There had to be one whose offering cup I’d not pissed in at some point, and maybe that was what was paying off now.

I kept going, knowing, damn well knowing that there wasn’t a cat in hell’s chance of anyone surviving, but needing to see it for myself.

A minute later, I got my answer. I stared down from a ridge at the devastation. Nothing could have survived it…nothing. The shark had used Hellfires, I guessed.

Insanely hot, high explosive, and monomolecular fléchettes. The same kind that the helo would have been carrying, the same kind that I’d wanted them to use on the factory.

If anyone scanned the debris later on? It’d pass a quick and dirty inspection, written up as a helo pilot error, then a Hellfire detonating on impact.

Full team lost…too bad, so sad.

Well, that was bullshit, because I was still here. I was still fucking alive, and I’d find whoever did this. I’d find them and I’d fucking murder them, each and every one.

For now, though? Sync had cut the connection; she’d been alive, and she had Richie with her. I’d only heard the one strike—two missiles, but that was it.

Knowing that sneaky fuck Sync, she’d have Richie hidden away somewhere safe by now, and no matter what happened, the APS Corps wouldn’t just shrug at the loss of us…Blue Team!

Fuck’s sake, where was Blue?

They’d been with us, hadn’t they? Behind our helo…

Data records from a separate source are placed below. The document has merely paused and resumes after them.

// Trilu. Outside check: onnxruntime-node (graph optimizations off) on seeded random batched matrices, upper and
// lower, k from below the last row to beyond the last column.
import { describe, it } from 'vitest';
import { SEEDS, T, count, randShape, randn, rng, vsOrt } from './ort-compare.js';

describe('Trilu (outside check: onnxruntime-node)', () => {
  it('upper and lower, k in [-rows-1, cols+1], with and without k', async () => {
    for (const seed of SEEDS) {
      const r = rng(seed);
      const dims = [...randShape(r, 0, 2, 3), 1 + Math.floor(r() * 5), 1 + Math.floor(r() * 5)];
      const x = { name: 'x', dims, data: randn(r, count(dims)) };
      const rows = dims[dims.length - 2]!, cols = dims[dims.length - 1]!;
      for (const upper of [0, 1]) {
        await vsOrt('Trilu', 14, [x], { upper });
        const k = -rows - 1 + Math.floor(r() * (rows + cols + 3));
        await vsOrt('Trilu', 14, [x, { name: 'k', dims: [], data: [k], type: T.INT64, init: true }], { upper });
      }
    }
  });
});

No, they’d been ordered off, sent somewhere else. I vaguely remembered a message telling us we’d get a beer later, when they got back. Now it was obvious.

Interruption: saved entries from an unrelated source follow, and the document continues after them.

// Pad, Resize, Upsample and If against onnxruntime-node on seeded random cases, every opset form supported,
// plus worked examples from the ONNX operator documentation.
import { describe, expect, it } from 'vitest';
import { GraphBuilder, T, f, fs, randn, rng, modelBytes, type AttrIn } from '../helpers/build.js';
import { checkOp, oneNode, runBoth, type In } from './harness.js';
import { maxDiff } from '../helpers/ort.js';
import { parseModel } from '../../src/onnx/read.js';
import { runModel } from '../../src/eval/run.js';

const int = (r: () => number, lo: number, hi: number) => lo + Math.floor(r() * (hi - lo + 1));
const prod = (d: number[]) => d.reduce((a, b) => a * b, 1);
const pick = <X>(r: () => number, xs: X[]): X => xs[int(r, 0, xs.length - 1)]!;

describe('Pad vs onnxruntime-node', () => {
  it('constant/reflect/edge in attribute form (opset 2) and input form (11, 13), wrap (19), axes (18), cropping', async () => {
    for (let seed = 1; seed <= 48; seed++) {
      const r = rng(seed);
      const rank = int(r, 1, 4);
      const dims = Array.from({ length: rank }, () => int(r, 1, 5));
      const opset = [2, 11, 13, 18, 19][seed % 5]!;
      const mode = pick(r, opset >= 19 ? ['constant', 'reflect', 'edge', 'wrap'] : ['constant', 'reflect', 'edge']);
      // reflect needs pads below the axis size; wrap at most the size; constant may crop (negative pads)
      const padFor = (n: number) => mode === 'reflect' ? int(r, 0, n - 1) : mode === 'wrap' ? int(r, 0, n) : mode === 'constant' ? int(r, -Math.min(1, n - 1), 3) : int(r, 0, 3);
      const pads = [...dims.map(padFor), ...dims.map(padFor)];
      const value = mode === 'constant' && r() < 0.5 ? 1.5 : 0;
      const x: In = { name: 'x', dims, data: randn(r, prod(dims)) };
      if (opset < 11) {
        const attrs: Record<string, AttrIn> = { mode, pads };
        if (value) attrs.value = f(value);
        await checkOp('Pad', opset, [x], attrs, ['y'], 0, `seed ${seed} [${dims}] ${mode} [${pads}]`);
      } else if (opset === 18 && rank > 1) {
        const axes = [rank - 1, 0];
        const p = [pads[rank - 1]!, pads[0]!, pads[2 * rank - 1]!, pads[rank]!];
        await checkOp('Pad', opset, [x, { name: 'p', dims: [4], data: p, type: T.INT64, init: true }, { name: 'v', dims: [], data: [value], init: true },
          { name: 'a', dims: [2], data: axes, type: T.INT64, init: true }], { mode }, ['y'], 0, `seed ${seed} [${dims}] ${mode} axes`);
      } else {
        const ins: In[] = [x, { name: 'p', dims: [2 * rank], data: pads, type: T.INT64, init: true }];
        if (value) ins.push({ name: 'v', dims: [], data: [value], init: true });
        await checkOp('Pad', opset, ins, { mode }, ['y'], 0, `seed ${seed} [${dims}] ${mode} [${pads}]`);
      }
    }
  });
  it('worked example (ONNX Operators.md, Pad "constant_pad" style: reflect on a 3x2 matrix; recalled from memory)', () => {
    const ins: In[] = [{ name: 'x', dims: [3, 2], data: [1, 1.2, 2.3, 3.4, 4.5, 5.7] }, { name: 'p', dims: [4], data: [0, 2, 0, 0], type: T.INT64, init: true }];
    const model = parseModel(modelBytes(oneNode('Pad', ins, { mode: 'reflect' }, ['y']), { opset: 11 }), '.');
    const y = runModel(model, new Map([['x', { type: 1, dims: [3, 2], data: Float64Array.from([1, 1.2, 2.3, 3.4, 4.5, 5.7]) }]]), { precision: 'float64' }).get('y')!;
    expect(y.dims).toEqual([3, 4]);
    expect(Array.from(y.data)).toEqual([1, 1.2, 1, 1.2, 2.3, 3.4, 2.3, 3.4, 4.5, 5.7, 4.5, 5.7]);
  });
});

const CTMS = ['half_pixel', 'asymmetric', 'align_corners', 'pytorch_half_pixel'];

describe('Resize vs onnxruntime-node', () => {
  it('opset 11/13/18 nearest (all rounding modes), linear and cubic, every coordinate mode, scales or sizes', async () => {
    for (let seed = 1; seed <= 60; seed++) {
      const r = rng(seed + 70);
      const dims = [int(r, 1, 2), int(r, 1, 2), int(r, 1, 6), int(r, 1, 6)];
      const opset = [11, 13, 18][seed % 3]!;
      const mode = pick(r, ['nearest', 'nearest', 'linear', 'linear', 'cubic']);
      const ctm = pick(r, CTMS);
      const attrs: Record<string, AttrIn> = { mode, coordinate_transformation_mode: ctm };
      if (mode === 'nearest') attrs.nearest_mode = pick(r, ['round_prefer_floor', 'round_prefer_ceil', 'floor', 'ceil']);
      if (mode === 'cubic') { attrs.cubic_coeff_a = f(pick(r, [-0.75, -0.5])); attrs.exclude_outside = int(r, 0, 1); }
      const ins: In[] = [{ name: 'x', dims, data: randn(r, prod(dims)) }];
      const useSizes = r() < 0.5;
      const roi = opset >= 13 ? { name: '', dims: [], data: [] } : { name: 'roi', dims: [0], data: [], init: true };
      if (useSizes) {
        const sizes = [dims[0]!, dims[1]!, int(r, 1, 9), int(r, 1, 9)];
        ins.push(roi, opset >= 13 ? { name: '', dims: [], data: [] } : { name: 's', dims: [0], data: [], init: true },
          { name: 'z', dims: [4], data: sizes, type: T.INT64, init: true });
      } else {
        const sc = [1, 1, pick(r, [0.5, 0.75, 1, 1.5, 2, 3, 0.6, 1.25]), pick(r, [0.5, 1, 2, 2.5, 3, 0.8])];
        // align_corners with a fractional n * scale: onnxruntime and the ONNX reference differ (see below)
        if (ctm === 'align_corners') for (let i = 2; i < 4; i++) sc[i] = Math.max(1, Math.round(dims[i]! * sc[i]!)) / dims[i]!;
        ins.push(roi, { name: 's', dims: [4], data: sc, init: true });
      }
      await checkOp('Resize', opset, ins, attrs, ['y'], 1e-5, `seed ${seed} [${dims}] ${useSizes ? 'sizes' : 'scales'}`);
    }
  });
  it('tf_crop_and_resize with roi and extrapolation_value (opset 11)', async () => {
    for (let seed = 1; seed <= 8; seed++) {
      const r = rng(seed + 900);
      const dims = [1, 1, int(r, 2, 6), int(r, 2, 6)];
      const roi = [0, 0, -0.2 + 0.4 * r(), 0.1 * r(), 1, 1, 0.6 + 0.6 * r(), 0.9 + 0.3 * r()];
      const mode = seed % 2 ? 'linear' : 'nearest';
      // onnxruntime ignores the roi on an axis whose size does not change (the operator docs apply it to every
      // axis), so the cropped axes always change size here
      const size = (n: number) => { let m = int(r, 1, 7); if (m === n) m = n + 1; return m; };
      await checkOp('Resize', 11, [
        { name: 'x', dims, data: randn(r, prod(dims)) }, { name: 'roi', dims: [8], data: roi, init: true },
        { name: 's', dims: [0], data: [], init: true }, { name: 'z', dims: [4], data: [1, 1, size(dims[2]!), size(dims[3]!)], type: T.INT64, init: true },
      ], { mode, coordinate_transformation_mode: 'tf_crop_and_resize', extrapolation_value: f(-3) }, ['y'], 1e-5, `seed ${seed}`);
    }
  });
  it('opset 18 axes and keep_aspect_ratio_policy, opset 19 half_pixel_symmetric', async () => {
    for (let seed = 1; seed <= 12; seed++) {
      const r = rng(seed + 1300);
      const dims = [1, 2, int(r, 2, 6), int(r, 2, 6)];
      const x: In = { name: 'x', dims, data: randn(r, prod(dims)) };
      if (seed % 2) {
        const policy = pick(r, ['stretch', 'not_larger', 'not_smaller']);
        await checkOp('Resize', 18, [x, { name: '', dims: [], data: [] }, { name: '', dims: [], data: [] },
          { name: 'z', dims: [2], data: [int(r, 1, 9), int(r, 1, 9)], type: T.INT64, init: true }],
        { mode: pick(r, ['nearest', 'linear']), axes: [2, 3], keep_aspect_ratio_policy: policy }, ['y'], 1e-5, `seed ${seed} ${policy}`);
      } else {
        await checkOp('Resize', 19, [x, { name: '', dims: [], data: [] }, { name: 's', dims: [4], data: [1, 1, pick(r, [0.6, 1.5, 2]), pick(r, [0.5, 1.7])], init: true }],
          { mode: pick(r, ['nearest', 'linear']), coordinate_transformation_mode: 'half_pixel_symmetric' }, ['y'], 1e-5, `seed ${seed}`);
      }
    }
  });
  it('opset 10 form (scales input, asymmetric coordinates)', async () => {
    for (let seed = 1; seed <= 12; seed++) {
      const r = rng(seed + 1500);
      const dims = [1, int(r, 1, 2), int(r, 1, 6), int(r, 1, 6)];
      const sc = [1, 1, pick(r, [0.5, 1, 1.5, 2, 3]), pick(r, [0.6, 1, 2, 2.5])];
      await checkOp('Resize', 10, [{ name: 'x', dims, data: randn(r, prod(dims)) }, { name: 's', dims: [4], data: sc, init: true }],
        { mode: seed % 2 ? 'nearest' : 'linear' }, ['y'], 1e-5, `seed ${seed} scales [${sc}]`);
    }
  });
  it('worked example (ONNX Operators.md, resize_upsample_scales_nearest; recalled from memory)', () => {
    const ins: In[] = [{ name: 'x', dims: [1, 1, 2, 2], data: [1, 2, 3, 4] }, { name: '', dims: [], data: [] }, { name: 's', dims: [4], data: [1, 1, 2, 3], init: true }];
    const model = parseModel(modelBytes(oneNode('Resize', ins, { mode: 'nearest' }, ['y']), { opset: 13 }), '.');
    const y = runModel(model, new Map([['x', { type: 1, dims: [1, 1, 2, 2], data: Float64Array.from([1, 2, 3, 4]) }]]), { precision: 'float64' }).get('y')!;
    expect(y.dims).toEqual([1, 1, 4, 6]);
    expect(Array.from(y.data)).toEqual([1, 1, 1, 2, 2, 2, 1, 1, 1, 2, 2, 2, 3, 3, 3, 4, 4, 4, 3, 3, 3, 4, 4, 4]);
  });
});

describe('Resize align_corners when the scale does not give a whole output length (ONNX backend cases)', () => {
  // test_resize_downsample_scales_{linear,cubic}_align_corners (onnx 1.12 backend data, generated by the ONNX
  // reference implementation): x_original = x_resized * (n - 1) / (n * scale - 1), the resized length being
  // n * scale before rounding. onnxruntime 1.30 uses the rounded output length instead ([1, 4] here).
  const run = (mode: string, h: number, w: number, scale: number) => {
    const data = Array.from({ length: h * w }, (_, i) => i + 1);
    const ins: In[] = [{ name: 'x', dims: [1, 1, h, w], data }, { name: '', dims: [], data: [] }, { name: 's', dims: [4], data: [1, 1, scale, scale], init: true }];
    const model = parseModel(modelBytes(oneNode('Resize', ins, { mode, coordinate_transformation_mode: 'align_corners' }, ['y']), { opset: 13 }), '.');
    return runModel(model, new Map([['x', { type: 1, dims: [1, 1, h, w], data: Float64Array.from(data) }]]), { precision: 'float64' }).get('y')!;
  };
  it('linear, 2x4 by 0.6: [1, 3.142857]', () => {
    const y = run('linear', 2, 4, 0.6);
    expect(y.dims).toEqual([1, 1, 1, 2]);
    expect(y.data[0]).toBe(1);
    expect(y.data[1]).toBeCloseTo(1 + 3 / 1.4, 6); // x_original = 1 * 3 / (4 * 0.6 - 1); the scale is float32
  });
  it('cubic, 4x4 by 0.8: the backend case values', () => {
    const y = run('cubic', 4, 4, 0.8);
    const want = [1, 2.3951917, 3.790383, 6.580766, 7.975958, 9.371149, 12.161532, 13.556724, 14.951916];
    expect(y.dims).toEqual([1, 1, 3, 3]);
    want.forEach((v, i) => expect(y.data[i]).toBeCloseTo(v, 5));
  });
});

describe('Resize tf_half_pixel_for_nn (Resize-11/13 operator doc: x_original = (x_resized + 0.5) / scale)', () => {
  it('vs onnxruntime-node: opsets 11, 13 (and 18, 19, which onnxruntime still runs), nearest modes, linear, cubic, scales or sizes', async () => {
    for (let seed = 1; seed <= 32; seed++) {
      const r = rng(seed + 2100);
      const dims = [int(r, 1, 2), int(r, 1, 2), int(r, 1, 6), int(r, 1, 6)];
      const opset = [11, 13, 11, 13, 18, 19][seed % 6]!;
      const mode = pick(r, ['nearest', 'nearest', 'nearest', 'linear', 'cubic']);
      const attrs: Record<string, AttrIn> = { mode, coordinate_transformation_mode: 'tf_half_pixel_for_nn' };
      if (mode === 'nearest') attrs.nearest_mode = pick(r, ['round_prefer_floor', 'round_prefer_ceil', 'floor', 'ceil']);
      const ins: In[] = [{ name: 'x', dims, data: randn(r, prod(dims)) }];
      const roi = opset >= 13 ? { name: '', dims: [], data: [] } : { name: 'roi', dims: [0], data: [], init: true };
      if (r() < 0.5) {
        ins.push(roi, opset >= 13 ? { name: '', dims: [], data: [] } : { name: 's', dims: [0], data: [], init: true },
          { name: 'z', dims: [4], data: [dims[0]!, dims[1]!, int(r, 1, 9), int(r, 1, 9)], type: T.INT64, init: true });
      } else {
        ins.push(roi, { name: 's', dims: [4], data: [1, 1, pick(r, [0.5, 0.75, 1, 1.5, 2, 3, 0.6]), pick(r, [0.5, 1, 1.6, 2, 2.5, 0.8])], init: true });
      }
      await checkOp('Resize', opset, ins, attrs, ['y'], 1e-5, `seed ${seed} [${dims}]`);
    }
  });

  it('downsample by 0.5 and upsample by 1.5 along one axis', () => {
    const run = (n: number, scale: number, mode: string) => {
      const data = Array.from({ length: n }, (_, i) => 10 * (i + 1));
      const ins: In[] = [{ name: 'x', dims: [1, n], data }, { name: '', dims: [], data: [] }, { name: 's', dims: [2], data: [1, scale], init: true }];
      const model = parseModel(modelBytes(oneNode('Resize', ins, { mode: 'nearest', nearest_mode: mode, coordinate_transformation_mode: 'tf_half_pixel_for_nn' }, ['y']), { opset: 13 }), '.');
      return Array.from(runModel(model, new Map([['x', { type: 1, dims: [1, n], data: Float64Array.from(data) }]]), { precision: 'float64' }).get('y')!.data);
    };
    // 0.5: sources (0.5)/0.5 = 1, (1.5)/0.5 = 3 -> elements 1 and 3
    expect(run(4, 0.5, 'floor')).toEqual([20, 40]);
    // 1.5 on 2 elements, 3 outputs: sources 0.333, 1, 1.667 -> floor 0, 1, 1 ; round_prefer_floor 0, 1, 2 -> clamped to 1
    expect(run(2, 1.5, 'floor')).toEqual([10, 20, 20]);
    expect(run(2, 1.5, 'round_prefer_floor')).toEqual([10, 20, 20]);
  });
});

describe('Upsample vs onnxruntime-node', () => {
  it('opset 7 attribute scales and opset 9 input scales, nearest and linear', async () => {
    for (let seed = 1; seed <= 16; seed++) {
      const r = rng(seed + 1700);
      const dims = [1, int(r, 1, 2), int(r, 1, 5), int(r, 1, 5)];
      const sc = [1, 1, pick(r, [1, 2, 3, 1.5]), pick(r, [1, 2, 2.5])];
      const mode = seed % 2 ? 'nearest' : 'linear';
      const x: In = { name: 'x', dims, data: randn(r, prod(dims)) };
      if (seed % 4 < 2) await checkOp('Upsample', 7, [x], { mode, scales: fs(sc) }, ['y'], 1e-5, `seed ${seed}`);
      else await checkOp('Upsample', 9, [x, { name: 's', dims: [4], data: sc, init: true }], { mode }, ['y'], 1e-5, `seed ${seed}`);
    }
  });
});

describe('If vs onnxruntime-node', () => {
  it('runs the chosen branch, which reads outer-scope values', async () => {
    const branch = (op: string) => {
      const b = new GraphBuilder(`${op}_branch`);
      b.output('bo', undefined, T.FLOAT);
      b.node(op, ['x'], { kernel_shape: [2, 2] }, { outputs: ['bo'] });
      return b;
    };
    const r = rng(3);
    const xData = randn(r, 32);
    for (const c of [1, 0]) {
      // the condition is an initializer (the shared onnxruntime helper feeds Uint8Array as uint8, not bool)
      const g = new GraphBuilder();
      g.input('x', [1, 2, 4, 4]).output('y', undefined, T.FLOAT);
      g.init('c', [], [c], T.BOOL);
      g.node('If', ['c'], { then_branch: branch('MaxPool'), else_branch: branch('AveragePool') }, { outputs: ['y'] });
      const ins: In[] = [{ name: 'x', dims: [1, 2, 4, 4], data: xData }];
      const res = await runBoth(g, ins, 13);
      const { maxAbs, scale } = maxDiff(res.f64.get('y')!.data, res.ort.y!.data);
      expect(maxAbs).toBeLessThanOrEqual(1e-6 * scale);
      expect(res.f64.get('y')!.dims).toEqual([1, 2, 3, 3]);
    }
  });
});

They’d been sent away to separate us. I’d confirmed that all trace of the recordings we had were deleted…a copy was sent to the major, but beyond that there was only one other copy.

Mine, a physical recording locked into my suit.

Was I the target? Clearly someone thought we had something, on the recordings or that I or one of my team had seen personally. Or maybe they’d done it after finding the drone and that we’d been watching the shit found at the site? No. That was ridiculous. Richie had only just been caught and seconds later, we were down.

No, they had to have been ready, waiting and planning to do this already. I stayed there frozen for long minutes, my mind racing, until I swore. The warning on the secondary battery flashed that it was almost depleted.

It was almost dead, and although my own was good still at thirty-six, the additional battery being drained first, it wouldn’t last that long if I kept using it.

The drain from active camo on my shitty systems was too great, and I was in a fucking snowstorm anyway. Our suits were designed to be stealthy, so fuck it. Without the antenna, I’d register as slightly warmer metal than the mountain’s average, sure, but a hundred meters below me was a fire and flaming wreckage.

I’d probably pass a basic scan.

I cut the camo, staying still and letting myself vanish under the snow as my mind raced.

However they spun this, the corps would send a recovery team, usually a few dozen suits plus a couple of helos, as well as grunts to do the actual shlepping around of the crap that needed to be collected.

No chance they’d all be in on it. No, this read like it was a hit, something to shut us down.

Something had been found in the base, and it wasn’t even under lockdown until then. Just a standard recovery situation. Something there had changed everything, and I was going to goddamn find out what. There were too many unknowns, too many assholes, and too little people being shot in the face by me for my tastes.

One of those I could fix sharpish, though, and I’d start with Tyrannus.

I was exhausted, physically from the fight, mentally from all the shit that was going on, and emotionally from…from losing my best friends.

No way I was making good decisions right now, and regardless, there was nothing I could do. Richie and Sync had their nanite medikits, so unless they were dead by drone already, which there was nothing I could do anything about, they’d probably recover.

They’d be doing what I was: hiding and waiting. Best to make the most of it.

I let my head fall into the snow, stretched out as I was, and barely stayed awake long enough to deploy a scanner. It was a low-level one, optical only, but if Richie and Sync came looking, I wanted to know about it.

Then I let the darkness take me, lost on the mountainside, my friends’ remains still glowing hot far below.